[Dataset excerpts]
________

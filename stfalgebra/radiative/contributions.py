"""The table of contributions: what every PN order of the radiative moments needs.

The radiative moments U_L (mass type) and V_L (current type) are sums of contributions: the
instantaneous l-th time derivative of the source moments, the hereditary tails, the
quadratic interactions of two source moments (instantaneous and memory), and, at higher
orders, tails of tails, radiation reaction, spin-orbit terms. Each row of :data:`CONTRIBUTIONS`
is one such contribution, or one implementation of it at a given accuracy:

- ``family``: the contribution it implements ("instantaneous", "tail", "quadratic", ...);
  every row of a family enters at the same relative order for a given moment;
- ``kinds`` and ``l_min``, ``l_max``: the moments it feeds (mass or current, range of l);
- ``enters``: the relative PN order where the family first contributes;
- ``known_through``: the relative order through which this row is complete (``None``: the
  toolkit does not have it; the row then describes what is missing, and refusals name it);
- ``needs``: the orders of the inputs it is evaluated with (source moments, equations of
  motion, ...);
- ``orbits``: the orbits on which it is evaluated ("circular", "general");
- ``origin``: "derived" and how, or "cited" with its source;
- ``evaluator``: the function (or "module:function") giving its part of the radiative moment
  on the channel of a mode.

Every order limit of the toolkit is computed from this table (modes on every orbit, both flux
routes, the eccentric averages, code generation, the checker and the command line's bounds),
and every refusal names the missing row. Adding an order or an interaction means adding rows
and evaluators here, never editing a limit elsewhere. The functions take the table as an
argument (default :data:`CONTRIBUTIONS`) so that a test can add a row and see it take effect.

**Conventions**: relative orders count powers of 1/c^2 beyond the leading (Newtonian) term of
each radiative moment; a mode's absolute order adds the mode's leading order.
"""

from __future__ import annotations

import importlib
from dataclasses import dataclass, field
from typing import Any, Callable, Iterable, Sequence

from ..binary.cited_inputs import INPUT_ORDERS, known_through
from ..errors import OrderBeyondInputsError
from ..limits import L_MAXIMUM
from ..moments.current_two_pn_status import CURRENT_TWO_PN_SOURCE, current_two_pn_complete, missing_terms_text
from ..moments.reaction_provenance import REACTION_CURRENT_SOURCE, REACTION_MOMENT_SOURCE
from ..orders import PNOrder

__all__ = [
    "Contribution", "CONTRIBUTIONS", "RadiativePlan", "plan_radiative_moment",
    "maximum_relative_order", "maximum_mode_order", "maximum_flux_order", "maximum_eccentric_order",
    "maximum_order_any_mode", "LMAX_BOUND", "mode_kind", "leading_order", "circular_zero_mode_reason",
    "check_degree", "check_mode", "QUADRATIC_TABULATED_LMAX", "SPIN_ORBIT_CONTRIBUTIONS", "SPIN_OPTIONS",
    "PRECESSING_SPIN_CONTRIBUTIONS",
    "table_for_spins", "memory_row", "instantaneous_part", "omitted_from_instantaneous_part",
]

#: The largest l the toolkit accepts anywhere (modes, mode sets, emission): bounded so that no
#: request runs without bound; derivations are exact at any l below it.
LMAX_BOUND = L_MAXIMUM

ORBITS = ("circular", "general")
#: every orbit a row can cover: "eccentric" means the orbit-averaged fluxes of eccentric orbits
#: (the instantaneous general-orbit fluxes averaged over the quasi-Keplerian orbit; their rows'
#: evaluators are flux-level functions, not mode channels)
ALL_ORBITS = ("circular", "general", "eccentric")
_ANY_L = 10**6


def check_degree(l: Any) -> int:
    """A multipole degree of a radiative moment: an integer ``l >= 2`` (TypeError, ValueError).

    Example
    -------
    >>> check_degree(3)
    3
    """
    if isinstance(l, bool) or not (isinstance(l, int) or getattr(l, "is_Integer", False)):
        raise TypeError(f"multipole degree l must be an int, got {l!r}")
    l = int(l)
    if l < 2:
        raise ValueError(f"multipole degree l must be >= 2 for radiative moments and modes, got l = {l}")
    return l


def check_mode(l: Any, m: Any) -> tuple[int, int]:
    """A mode (l, m) with ``l >= 2`` and ``|m| <= l`` (TypeError, ValueError naming the values).

    Example
    -------
    >>> check_mode(2, -2)
    (2, -2)
    """
    l = check_degree(l)
    if isinstance(m, bool) or not isinstance(m, int):
        raise TypeError(f"m must be an int, got {m!r}")
    if abs(m) > l:
        raise ValueError(f"|m| must not exceed l: got l = {l}, m = {m}")
    return l, m


def mode_kind(l: int, m: int) -> str:
    """"mass" for l + m even, "current" for l + m odd (planar orbits)."""
    return "mass" if (l + m) % 2 == 0 else "current"


def leading_order(l: int, m: int) -> PNOrder:
    """PN order of the leading term of Hhat_lm relative to the Newtonian h_22: (l - 2)/2 for
    mass modes, (l - 1)/2 for current modes.

    Example
    -------
    >>> leading_order(2, 1), leading_order(4, 4)
    (PNOrder(1/2), PNOrder(1))
    """
    return PNOrder(l - 2, 2) if mode_kind(l, m) == "mass" else PNOrder(l - 1, 2)


@dataclass(frozen=True)
class Contribution:
    """One row of the table of contributions (module docstring)."""

    family: str
    description: str
    kinds: tuple[str, ...]
    enters: PNOrder
    known_through: PNOrder | None
    orbits: tuple[str, ...]
    origin: str
    needs: tuple[tuple[str, int], ...] = ()
    l_min: int = 2
    l_max: int = _ANY_L
    evaluator: Callable[..., Any] | str | None = field(default=None, compare=False)
    missing_on: str = ""
    #: "all" modes of the moments it feeds, or "m = 0" (the DC memory: it is not part of the
    #: radiative moment's plan, the m = 0 modes read it through :func:`memory_row`)
    modes: str = "all"

    @property
    def available(self) -> bool:
        return self.known_through is not None and self.evaluator is not None

    def feeds(self, kind: str, l: int) -> bool:
        return kind in self.kinds and self.l_min <= l <= self.l_max

    def need(self, name: str, default: int | None = None) -> int | None:
        return dict(self.needs).get(name, default)

    def evaluate(self, *args: Any, **kwargs: Any) -> Any:
        """Call the evaluator (imported on first use)."""
        if self.evaluator is None:
            raise OrderBeyondInputsError(f"{self.description}: not available")
        function = self.evaluator
        if isinstance(function, str):
            module, _, name = function.partition(":")
            function = getattr(importlib.import_module(module), name)
        return function(*args, row=self, **kwargs)

    def label(self) -> str:
        """A short name for refusals and provenance."""
        return self.description


#: The largest l whose quadratic interactions at relative 1.5PN the tabulated iteration holds
#: (radiative/data/radiative_moment_terms.json; a test checks the file against it).
QUADRATIC_TABULATED_LMAX = 8

_DERIVED_TAIL = (
    "derived: kappa_l, pi_l from the MPM iteration (stfalgebra.mpm, tabulated for l <= 30; the tests compare "
    "them with the closed forms of Blanchet & Damour, Phys. Rev. D 46, 4304 (1992)); harmonic factor "
    "derived (Abel-regulated hereditary integral)")
_DERIVED_QUADRATIC = (
    "derived: the MPM iteration (stfalgebra.mpm), every pair of source moments allowed at relative 1.5PN, "
    "tabulated (stfalgebra.mpm.tabulation) for the l the table of contributions lists; the tests compare U_ijkl, V_ijk with Blanchet, "
    "Living Rev. Relativ. 17, 2 (2014), sec. 3, and the modes with Blanchet, Faye, Iyer & Sinha, "
    "Class. Quantum Grav. 25, 165003 (2008)")
_DERIVED_MEMORY = (
    "derived: the memory formula of the energy radiated per solid angle (Thorne, Phys. Rev. D 45, 520 (1992)) in "
    "modes (stfalgebra.radiative.memory, checked term by term against the MPM memory terms), summed over the "
    "derived modes and integrated along x(t) of the energy balance; compared with Favata, Phys. Rev. D 80, "
    "024002 (2009)")
_DERIVED_QUADRATIC_25 = (
    "derived: the terms of the MPM iteration (stfalgebra.mpm, tabulated) put on the circle as harmonic probe "
    "polynomials (stfalgebra.radiative.circular_interactions); the tests check each term against explicit "
    "Cartesian components projected on Y_lm, U_ij against the component evaluation and the 1.5PN terms against "
    "the orbit-tensor route")
_CIRCULAR_INTERACTIONS = "stfalgebra.radiative.circular_interactions:circular_interaction_channel"
_DERIVED_CANONICAL = (
    "derived: the relations by the quadratic MPM iteration with the linear gauge vector of W_L, X_L, Y_L, Z_L (the "
    "pairs source moment x gauge moment read at future null infinity, stfalgebra.mpm.gauge_interactions; at l = 2, 3 "
    "they are (C1), (K1), (K2) of Blanchet, Living Rev. Relativ. 17, 2 (2014), sec. 3.3 and Faye, Blanchet & Iyer, "
    "Class. Quantum Grav. 32, 045016 (2015), sec. 2, from memory, with +3 I_<ij Y_k>^(1) where -3 was recalled); W_L, "
    "Y_i of two bodies derived at Newtonian order (stfalgebra.moments.canonical); on the circle the mass correction "
    "is minus the centre-of-mass-shift part of the derived 2.5PN I_L (tested, l = 3..8); put on the circle as probe "
    "polynomials (stfalgebra.radiative.circular_canonical; checked with Cartesian components)")
_BOTH = ("mass", "current")
_INSTANT = "stfalgebra.radiative.radiative_moments:instantaneous_channel"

________

* Task *
Up to and including the line with "The radiative moments U_L", transcribe the entries above exactly, starting from their first line.

* Answer to this problem *
filename stfalgebra/radiative/contributions.py
"""The table of contributions: what every PN order of the radiative moments needs.

The radiative moments U_L (mass type) and V_L (current type) are sums of contributions: the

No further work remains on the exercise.